Not that there isn’t a valid discussion to be had, but did the Law Society’s Fiona Woolf really have to announce that the Law Society is looking to encourage a discussion about flexible working and job satisfaction in these words?

And so, given its ever-increasing importance, the Law Society has taken the bold decision to enter, for the first time, the territory of thought leadership – to facilitate a better understanding the issues around staff retention and job satisfaction by exploring factors that help to meet the needs of not just fee earners but their supervisors and employers too.

Dear God in Heaven. What did the poor long-suffering English language do to deserve this? And who can we shoot to stop it happening again?

I used to be an academic and what I don’t know about jargon-ridden obfuscation can be written in 18 point on the smallest of post-it notes, but this is worse than any of the sins I ever committed (and for which I am eternally damned). It is banality posing as iconoclasm, the bleeding obvious clothing itself as professional insight and the tragically overdue flouncing about as ‘bold’ innovation.

What does this piffle actually say? A translation:

‘Given its ever increasing importance’

‘It might be a bit late in the day’

‘Taken the bold decision’

‘a lot of firms are going to ignore us’

‘the territory of thought leadership’

‘we’re going to suggest some ideas’

‘facilitate a better understanding’

‘point out the bleeding obvious’

‘exploring factors’

‘let other people also point out the bleeding obvious’

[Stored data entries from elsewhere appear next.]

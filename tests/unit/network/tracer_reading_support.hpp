#pragma once

#include <map>
#include <optional>
#include <string>

#include "network/tracer/tracer_test.hpp"

namespace stillzone::network {

struct TracerReading {
  std::optional<TracerTest> test;
  std::string faults;  ///< the folder of the files taken out of paths
};

/// Reads a test whose tables are given as texts, through files in a folder of their own.
TracerReading read_test(const std::string& json, const std::map<std::string, std::string>& tables);

/// A test of 3000 m3 at 150 m3/d, 24 kg at 0 d, one sampling point in outlet.csv with columns t
/// [d] and c [g/m3], error 0.1 g/m3. `changes` replaces or adds top-level members, a JSON object;
/// `point` members of the sampling point. A member that is null is taken out.
std::string test_json(const std::string& changes = "{}", const std::string& point = "{}");

/// The usual test with this outlet.csv.
TracerReading read_outlet(const std::string& table, const std::string& changes = "{}",
                          const std::string& point = "{}");

}  // namespace stillzone::network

‘help to meet the needs of not just fee earners but their supervisors and employers too’

‘it won’t cost too much and might save you money in the longer term, maybe’.

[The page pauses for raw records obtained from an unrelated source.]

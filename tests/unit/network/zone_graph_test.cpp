#include "network/zone_graph.hpp"

#include <gmock/gmock.h>
#include <gtest/gtest.h>

#include <array>

namespace stillzone::network {
namespace {

using ::testing::ElementsAre;

TEST(ZoneGraph, WaterReachesWhatLinksLeadTo) {
  const std::array<Link, 3> links = {Link{0, 1}, Link{1, 2}, Link{3, 2}};
  const ZoneGraph graph(4, links);
  const std::array<std::size_t, 1> start = {0};
  EXPECT_THAT(graph.reached_from(start), ElementsAre(true, true, true, false));
}

TEST(ZoneGraph, WaterLeadsToAnEndAgainstTheLinks) {
  const std::array<Link, 3> links = {Link{0, 1}, Link{1, 2}, Link{2, 3}};
  const ZoneGraph graph(5, links);
  const std::array<std::size_t, 1> end = {2};
  EXPECT_THAT(graph.leading_to(end), ElementsAre(true, true, true, false, false));
}

TEST(ZoneGraph, ARecirculationIsALoopAndAChainIsNone) {
  const std::array<Link, 5> links = {Link{0, 1}, Link{1, 2}, Link{2, 1}, Link{2, 3}, Link{4, 4}};
  const ZoneGraph graph(5, links);
  ASSERT_EQ(graph.loops().size(), 1U);
  EXPECT_THAT(graph.loops()[0], ElementsAre(1U, 2U));
}

TEST(ZoneGraph, PartsAreNumberedByTheirFirstPlace) {
  const std::array<Link, 2> links = {Link{3, 0}, Link{2, 1}};
  const ZoneGraph graph(5, links);
  EXPECT_THAT(graph.parts(), ElementsAre(0U, 1U, 1U, 0U, 2U));
}

TEST(ZoneGraph, WithoutPlacesThereIsNothing) {
  const ZoneGraph graph(0, {});
  EXPECT_TRUE(graph.parts().empty());
  EXPECT_TRUE(graph.loops().empty());
}

}  // namespace
}  // namespace stillzone::network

So the whole thing boils down to

‘It might be a bit late in the day, but we thought we’d try to offer a few obvious pointers to firms about job satisfaction and why people leave. We know that some firms won’t like this or listen at all, but it might not cost too much’.

It is impressive that the same standard of language is maintained throughout the whole article, culminating in the glorious

There are great examples of not just lowering recruitment costs but of improving productivity and profitability as a result of debating the issues and matching expectations.

which sounds like it should make sense, but becomes more and more meaningless the longer you look at it. Excellent.

Giles Peaker is a solicitor and partner in the Housing and Public Law team at Anthony Gold Solicitors in South London. You can find him on Linkedin and on Twitter. Known as NL round these parts.

1 Comment

  1. Charon QC

    Brilliant… beautifully observed !

    I’m afraid I have taken the liberty of referring to it on my blog… could not resist – but with full attribution, of course.

    Set me up very nicely with my first Rioja!



  1. Saturday shockers and other matters… « Charon QC…the blawg - [...] Read the rest… Well picked up, if I may say, so NL! [...]
  2. Ah! ça ira, ça ira, ça ira | nearlylegal - [...] Item 1. Fiona Woolf talks sense. Let the heavens shake. It is almost enough to make me apologise for…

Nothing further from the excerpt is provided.